Work required: Which lines in the records below hold the word "bytes"? Copy each of them.

Data in this exercise:
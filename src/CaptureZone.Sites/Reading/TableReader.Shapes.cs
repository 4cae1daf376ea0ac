using CaptureZone.Sites.Reading.Toml;
using NetTopologySuite.Geometries;

namespace CaptureZone.Sites.Reading;

/// <summary>Places and shapes; coordinates are bare numbers in the unit of the coordinate system.</summary>
internal sealed partial class TableReader
{
    /// <summary>A place.</summary>
    /// <param name="field">The key.</param>
    public Coordinate? Place(Field field)
    {
        if (Value(field) is not { } node || PlaceOf(field, node) is not { } place)
        {
            return null;
        }

        site.Places.Add(new WrittenPlaces(PathOf(field.Key), [place], [node.Start]));
        Input(field, QuantityKind.Place, site.Complaints.Source.Of(node).Trim('[', ']', ' '), 0);
        return place;
    }

    /// <summary>Four numbers: least x, least y, largest x, largest y.</summary>
    /// <param name="field">The key.</param>
    public Envelope? Frame(Field field)
    {
        if (Value(field) is not { } node)
        {
            return null;
        }

        if (Numbers(node, 4) is not { } n)
        {
            Error(field.Key, $"{field.Key} must be four numbers, [xmin, ymin, xmax, ymax]; found {Found(node)}");
            return null;
        }

        if (n[0] >= n[2] || n[1] >= n[3])
        {
            Error(
                field.Key,
                $"{field.Key} is [xmin, ymin, xmax, ymax]: the first number must be below the third, the second below the fourth");
            return null;
        }

        site.Places.Add(new WrittenPlaces(PathOf(field.Key), [new(n[0], n[1]), new(n[2], n[3])], [node.Start]));
        return new Envelope(n[0], n[2], n[1], n[3]);
    }

    /// <summary>A list of places; null where one of them is none.</summary>
    /// <param name="field">The key.</param>
    /// <param name="least">How many there must be.</param>
    public Coordinate[]? Places(Field field, int least)
    {
        if (Value(field) is not { } node)
        {
            return null;
        }

        if (node is not TomlArray list)
        {
            Error(field.Key, $"{field.Key} must be a list of places, such as {field.Example}; found {Words.KindOf(node)}");
            return null;
        }

        Coordinate?[] places = [.. list.Items.Select(item => PlaceOf(field, item))];
        if (places.Contains(null))
        {
            return null;
        }

        if (places.Length < least)
        {
            Error(field.Key, $"{field.Key} needs at least {Words.Number(least)} places; found {Words.Number(places.Length)}");
            return null;
        }

        if (places.Length > 0)
        {
            site.Places.Add(new WrittenPlaces(PathOf(field.Key), places!, [.. list.Items.Select(item => item.Start)]));
        }

        return places!;
    }

    /// <summary>The shape of a GeoJSON file that the table names, in the site's coordinates.</summary>
    /// <param name="field">The key.</param>
    public Geometry? ShapeFile(Field field)
    {
        if (Text(field) is not { } name || site.Coordinates is not { } system)
        {
            return null;
        }

        if (!site.Files.TryRead(name, out byte[]? bytes, out string? problem))
        {
            Error(field.Key, $"the file {Words.Quote(name)} {problem}");
            return null;
        }

        if (GeoJsonShape.Read(bytes, system, out string trouble) is not { } shape)
        {
            Error(field.Key, $"the file {Words.Quote(name)} {trouble}");
            return null;
        }

        site.Places.Add(new WrittenPlaces(PathOf(field.Key), shape.Coordinates, [PlaceOf(field.Key)]));
        return shape;
    }

    private Coordinate? PlaceOf(Field field, TomlNode node)
    {
        if (Numbers(node, 2) is { } n)
        {
            return new Coordinate(n[0], n[1]);
        }

        site.Complaints.Error(node.Start, $"a place in {field.Key} must be two numbers, [x, y], without units; found {Found(node)}");
        return null;
    }

    private string Found(TomlNode node) => node is TomlArray ? Words.Short(site.Complaints.Source.Of(node)) : Words.KindOf(node);

    private static double[]? Numbers(TomlNode node, int count) =>
        node is TomlArray list
        && list.Items.Length == count
        && list.Items.All(item => item is TomlNumber { Value: var v } && double.IsFinite(v))
            ? [.. list.Items.Select(item => ((TomlNumber)item).Value)]
            : null;
}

Response area:
        if (!site.Files.TryRead(name, out byte[]? bytes, out string? problem))
        if (GeoJsonShape.Read(bytes, system, out string trouble) is not { } shape)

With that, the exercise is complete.